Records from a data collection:
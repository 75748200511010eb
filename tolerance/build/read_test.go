package build_test

import (
	"errors"
	"fmt"
	"io/fs"
	"math"
	"strings"
	"testing"

	"batchwright/bom/document"
	"batchwright/data"
	"batchwright/tolerance/build"
)

// good is a small build without faults; the tests break one line of it.
const good = `build: two tanks
units: 12
conditions:
  bench: {temperature: 23 °C, hand: 0 pF}
  warm:  {temperature: 33 °C}
stages:
  fixed:
    kind: colpitts
    settings: {stray: 8 pF, rise: 3 K}
    parts:
      coil:  {ref: L1, value: 1.8 mH, family: drum-choke, tolerance: 5 %}
      upper: {ref: C1, value: 220 pF, family: c0g, tolerance: 5 %}
      lower: {ref: C2, same_as: fixed.upper}
      tuner: {ref: CT1, value: 4..34 pF, family: film-trimmer}
  moving:
    kind: tuned-tank
    settings: {sensor: hand}
    parts:
      coil: {ref: L2, same_as: fixed.coil}
      tank: {ref: C3, value: 130 pF, family: c0g, tolerance: 5 %}
  mixer:
    kind: multiplier
    in: {carrier: fixed, signal: moving}
  ratio:
    kind: formula
    settings: {scale: 2}
    parts: {r: {ref: R1, value: 10 kΩ}}
    outputs:
      value: {expression: "scale*mixer.offset/fixed.frequency"}
      noise: {expression: "r*0.001*ampere", unit: V}
trims:
  - {turn: fixed.tuner, output: mixer.offset, to: 0 Hz, within: 2 Hz}
targets:
  - {name: drift, output: mixer.offset, change_from: bench, at: [warm], limit: 40 Hz, share: 99 %}
  - {name: reach, trim: fixed.tuner, share: 99.5 %}
`

func read(text string) (*build.Build, error) {
	return build.Read("lamp.yaml", []byte(text), func(string) ([]byte, error) { return nil, fs.ErrNotExist })
}

func TestGood(t *testing.T) {
	b, err := read(good)
	if err != nil {
		t.Fatal(err)
	}
	if len(b.Stages) != 4 || len(b.Parts()) != 7 || len(b.Trims) != 1 || len(b.Targets) != 2 {
		t.Errorf("read %d stages, %d parts, %d trims, %d targets", len(b.Stages), len(b.Parts()), len(b.Trims), len(b.Targets))
	}
	if _, err := b.Compile(); err != nil {
		t.Error(err)
	}
}

// TestExamples reads every embedded example.
func TestExamples(t *testing.T) {
	files, err := fs.Glob(data.Examples, "examples/*.yaml")
	if err != nil || len(files) == 0 {
		t.Fatalf("no examples: %v", err)
	}
	for _, name := range files {
		text, err := fs.ReadFile(data.Examples, name)
		if err != nil {
			t.Fatal(err)
		}
		b, err := build.Read(name, text, nil)
		if err != nil {
			t.Errorf("%s:\n%v", name, err)
			continue
		}
		if _, err := b.Compile(); err != nil {
			t.Errorf("%s: %v", name, err)
		}
	}
}

// TestFaults breaks the good build in one place each and asks for a complaint
// at that line that holds every word given.
func TestFaults(t *testing.T) {
	for _, c := range []struct {
		name, old, new string
		line           int
		words          []string
	}{
		{"unknown top key", "units: 12", "unitz: 12", 2, []string{"unitz", "units"}},
		{"zero units", "units: 12", "units: 0", 2, []string{"1 to 200"}},
		{"a thousand million units", "units: 12", "units: 1000000000", 2, []string{"1 to 200"}},
		{"unknown kind", "kind: colpitts", "kind: colpits", 8, []string{"colpits", "nearest: colpitts"}},
		{"unknown family", "family: c0g, tolerance: 5 %}\n      lower", "family: cog, tolerance: 5 %}\n      lower", 12, []string{`"cog"`, "nearest: c0g"}},
		{"family of another type", "family: drum-choke", "family: c0g", 11, []string{"c0g"}},
		{"wrong unit", "value: 220 pF", "value: 220 Ω", 12, []string{"220 Ω", "capacitance"}},
		{"bare number", "value: 220 pF", "value: 220", 12, []string{"220"}},
		{"comma", "value: 1.8 mH", "value: \"1,8 mH\"", 11, []string{"dot"}},
		{"missing role", "      upper: {ref: C1, value: 220 pF, family: c0g, tolerance: 5 %}\n", "", 11, []string{"upper"}},
		{"unknown role", "tuner: {ref", "tunr: {ref", 14, []string{"tunr", "tuner"}},
		{"trim on no trimmer", "turn: fixed.tuner", "turn: fixed.coil", 32, []string{"not a trimmer", "fixed.coil is a coil"}},
		{"trim of nothing", "turn: fixed.tuner", "turn: fixed.tunr", 32, []string{"fixed.tuner"}},
		{"no such condition", "at: [warm]", "at: [warn]", 34, []string{"warn", "nearest: warm"}},
		{"no such output", "output: mixer.offset, change", "output: mixer.ofset, change", 34, []string{"mixer.offset"}},
		{"duplicate reference", "ref: C3", "ref: C1", 20, []string{"C1", "line 12"}},
		{"bad reference", "ref: C3", "ref: c 3", 20, []string{"c 3"}},
		{"same as itself", "same_as: fixed.upper", "same_as: fixed.lower", 13, []string{"circle"}},
		{"same as nothing", "same_as: fixed.upper", "same_as: fixed.uper", 13, []string{"fixed.upper"}},
		{"same as another type", "same_as: fixed.upper", "same_as: fixed.coil", 13, []string{"coil", "capacitor"}},
		{"misspelt variable", "sensor: hand", "sensor: hnd", 17, []string{"hnd", "nearest: hand"}},
		{"reference of the wrong unit", "sensor: hand", "sensor: fixed.frequency", 17, []string{"F", "Hz"}},
		{"missing input", "in: {carrier: fixed, signal: moving}", "in: {carrier: fixed}", 23, []string{"signal"}},
		{"unknown stage", "signal: moving", "signal: mooving", 23, []string{"mooving", "nearest: moving"}},
		{"misspelt name in an expression", "scale*mixer.offset", "scal*mixer.offset", 29, []string{"scal", "nearest: scale"}},
		{"dimensions that do not fit", "r*0.001*ampere", "r + 0.001*ampere", 30, []string{"A", "Ω"}},
		{"wrong unit of an output", "unit: V", "unit: Hz", 30, []string{"V"}},
		{"syntax", "scale*mixer.offset", "scale**", 29, nil},
		{"variable out of range", "temperature: 33 °C", "temperature: 3300 °C", 5, []string{"3300 °C"}},
		{"share beyond all", "share: 99.5 %", "share: 101 %", 35, []string{"100 %"}},
		{"limits that do not rise", "limit: 40 Hz", "between: [4 Hz, 2 Hz]", 34, []string{"2 Hz"}},
		{"value the family is not made in", "value: 1.8 mH", "value: 180 H", 11, []string{"drum-choke"}},
		{"stage name", "  ratio:", "  my ratio:", 24, []string{"my ratio"}},
	} {
		t.Run(c.name, func(t *testing.T) {
			if strings.Count(good, c.old) != 1 {
				t.Fatalf("%q stands %d times in the good build", c.old, strings.Count(good, c.old))
			}
			_, err := read(strings.Replace(good, c.old, c.new, 1))
			var faults document.Complaints
			if !errors.As(err, &faults) {
				t.Fatalf("no complaints: %v", err)
			}
			at := fmt.Sprintf("lamp.yaml:%d:", c.line)
			for _, f := range faults {
				if strings.HasPrefix(f.Error(), at) && containsAll(f.Error(), c.words) {
					return
				}
			}
			t.Errorf("no complaint at line %d with %q in:\n%v", c.line, c.words, err)
		})
	}
}

func containsAll(text string, words []string) bool {
	for _, w := range words {
		if !strings.Contains(text, w) {
			return false
		}
	}
	return true
}

// TestCycle is two stages that need each other, and one that needs itself.
func TestCycle(t *testing.T) {
	const loop = `build: loop
units: 2
conditions: {bench: {}}
stages:
  a: {kind: divider, settings: {input: b.voltage}, parts: {upper: {ref: R1, value: 1 kΩ}, lower: {ref: R2, value: 1 kΩ}}}
  b: {kind: divider, settings: {input: a.voltage}, parts: {upper: {ref: R3, value: 1 kΩ}, lower: {ref: R4, value: 1 kΩ}}}
  c:
    kind: formula
    outputs: {x: {expression: y + 1}, y: {expression: x - 1}}
`
	_, err := read(loop)
	if err == nil || !containsAll(err.Error(), []string{"a -> b -> a", "lamp.yaml:9:"}) {
		t.Errorf("got %v", err)
	}
}

// TestAllFaults asks for every fault of a file in one run.
func TestAllFaults(t *testing.T) {
	text := strings.NewReplacer("units: 12", "units: 0", "ref: C3", "ref: C1", "kind: multiplier", "kind: multiplyer",
		"turn: fixed.tuner", "turn: fixed.coil", "at: [warm]", "at: [warn]").Replace(good)
	_, err := read(text)
	var faults document.Complaints
	if !errors.As(err, &faults) {
		t.Fatal(err)
	}
	for _, line := range []int{2, 20, 22, 32, 34} {
		if !strings.Contains(err.Error(), fmt.Sprintf("lamp.yaml:%d:", line)) {
			t.Errorf("nothing about line %d in:\n%v", line, err)
		}
	}
}

// TestCents has a limit in cents at a note: 20 cents about 440 Hz are
// 440·(2^(±20/1200) − 1) Hz, 5.112 Hz above and 5.053 Hz below.
func TestCents(t *testing.T) {
	b, err := read(strings.Replace(good, "limit: 40 Hz", "limit: 20 cents, note: 440 Hz", 1))
	if err != nil {
		t.Fatal(err)
	}
	d := b.Targets[0]
	if math.Abs(d.High-5.1124) > 1e-3 || math.Abs(d.Low+5.0537) > 1e-3 || !strings.Contains(d.Asked, "20 cents at 440 Hz") {
		t.Errorf("%g to %g: %s", d.Low, d.High, d.Asked)
	}
}

// TestMissingFile keeps the file system's error, so that it can be told from a
// fault of the build.
func TestMissingFile(t *testing.T) {
	_, err := read("price_book: nowhere.csv\n" + good)
	if !errors.Is(err, fs.ErrNotExist) {
		t.Errorf("got %v", err)
	}
}

func FuzzRead(f *testing.F) {
	f.Add(good)
	f.Add("build: x\nunits: 1\nconditions: {a: {}}\nstages: {s: {kind: formula, outputs: {y: {expression: 1/0}}}}")
	f.Add("a: &a [*a]")
	f.Add(paired)
	f.Add(openingText("capacitor", "value: 219 pF, choose: {families: [c0g], combine: [single, parallel, series], within: 0.5 %, series: E12, lots: [one, mixed]}"))
	text, err := data.Examples.ReadFile("examples/lantern.yaml")
	if err != nil {
		f.Fatal(err)
	}
	f.Add(string(text))
	f.Fuzz(func(t *testing.T, text string) {
		b, err := read(text)
		if err != nil {
			return
		}
		if _, err := b.Compile(); err != nil {
			t.Errorf("read but not compiled: %v", err)
		}
	})
}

Work to complete → Copy out every line in the entries above that holds "nothing".

The completed task →
		{"trim of nothing", "turn: fixed.tuner", "turn: fixed.tunr", 32, []string{"fixed.tuner"}},
		{"same as nothing", "same_as: fixed.upper", "same_as: fixed.uper", 13, []string{"fixed.upper"}},
			t.Errorf("nothing about line %d in:\n%v", line, err)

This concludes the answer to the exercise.